Step 5 — Confirm footage understanding with the user

(This is the "Review the footage together" todo.) Once every summary is written, talk through what the footage actually shows — confirm character names, locations, the narrative through-line, any stray or off-thesis clips, and the user's creative intent for this library. Use plain conversation; only reach for AskUserQuestion when offering a discrete choice. As you learn things, update:

footage_summary and user_context via ruby lib/buttercut/library.rb <name> update_metadata footage_summary "..." (and the same with user_context)
individual summary_*.md files when a summary mislabels someone or misses a key detail (e.g., "a man in a tan jacket" → the user's name)

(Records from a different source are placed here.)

import { angleBetween, type Box } from "@/lib/plate-check/image";
import { modelAt, type SurfaceGrid } from "@/lib/plate-check/surface";

/*
 * Spots: connected groups of pixels that depart from the surface model, found with hysteresis
 * (a spot needs at least one pixel above `hi` and grows through 8-connected pixels above `lo`),
 * then measured and sorted into tracking markers, dust specks, hairs and everything else. Pure.
 *
 * The sorting rules are our own, from how these things look on a plate (common practice, no
 * published source):
 * - a marker sits on the screen (most of the ring around it is screen), is not a thin stroke, is
 *   smaller than a few per cent of the frame, and differs from the screen in colour, not just in
 *   brightness — or, when it is only a darker or lighter patch of the screen's own colour (tape or
 *   a dot of the screen's hue), belongs to a set of alike ones (markSameHueSets);
 * - dust is a speck that darkens or lightens the surface by the same factor in every channel (it
 *   blocks light; it has no colour of its own) and belongs to no such set, or is coloured but too
 *   small to be a marker;
 * - a hair is long, thin and colourless: at least ~1 % of the frame long, its stroke a few pixels wide;
 * - anything larger, or not on a flat surface, is structure (foreground, edges) and is not reported.
 */

export type SpotKind = "marker" | "dust" | "hair" | "other";

export type Spot = {
  /** Its number in the label map `findSpots` returns. */
  label: number;
  kind: SpotKind;
  box: Box;
  area: number;
  /** Centroid weighted by departure from the surface. */
  x: number;
  y: number;
  /** Square root of the largest z² in the spot: contrast in units of the 3×3 mean's noise. */
  peakZ: number;
  /** Share of the ring around the spot that is clean surface (screen, when there is one). */
  ringSurface: number;
  /** Stroke width estimate 2·area / boundary pixels, px (a dot of radius r gives ≈ r, a line of width w ≈ w). */
  strokeWidth: number;
  /** Mean linear colour of the spot's core (pixels at ≥ half its peak departure) and of the surface model there. */
  core: [number, number, number];
  surface: [number, number, number];
  /** Σ over the spot of (linear pixel − linear surface): the direction a matrix sees. */
  direction: [number, number, number];
  /** Spread of log(core / surface) across channels over (15 % of its largest size + 0.05), the smaller of linear light and code values: > 1 means coloured; ≈ 0 for a colourless speck. */
  chroma: number;
  /** A colourless spot a marker could be drawn as: its brightness against the surface (log of the ratio of channel sums) and √area. */
  sameHue: { level: number; size: number } | null;
  confidence: number;
};

export type SpotRules = {
  width: number;
  height: number;
  hi: number;
  lo: number;
  /** The surface is a backing screen (markers are only looked for on one). */
  isScreen: boolean;
  /** Pixels that belong to the clean surface (for the ring test). */
  surfaceMask: Uint8Array;
  toLinear: (v: number) => number;
  toCode: (l: number) => number;
  /** Grain sigma per channel in code values (0..1 scale): how far a spot's colour can stray by noise alone. */
  sigma?: readonly [number, number, number];
};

This is the one place to do this thorough pass. Every later roughcut planning run inherits the resulting context rather than re-interrogating the library.

Step 6 — Stop caffeinate

If you started caffeinate in Step 1, kill it now:

kill $CAFFEINATE_PID 2>/dev/null

Parallel sub-agent pattern (reference)

Used in steps 3 and 4.

Parent agent responsibilities:

Read library.yaml and settings.yaml once to gather all values needed by sub-agents.
Launch Task agents passing all needed values inline in the prompt.
Update library.yaml sequentially as agents complete (via the Library API — see AGENTS.md).
Handle errors and retries.

Child agent responsibilities:

Process its assigned clip(s) using only the inputs passed inline by the parent.
Refine a transcript JSON in place (refinement) or read the pre-generated contact sheet, extract dialogue from the transcript via script_extractor.rb, and write the summary markdown in one Write call (analyze-video). (WhisperX is no longer a sub-agent — process_footage.rb transcripts runs it in Step 2a.)
Return a short structured response with file paths.

Each skill's agent_prompt.md documents its own IO contract — including whether the sub-agent reads or writes library.yaml. (Spoiler: it never writes library.yaml. Only the parent writes, via the Library API.)

If the user requests a rough cut before analysis completes

Warn: "I can create a rough cut now, but I'll do a better job after analyzing all the footage. Continue anyway?" If the user confirms, proceed. Otherwise, wait for analysis to complete.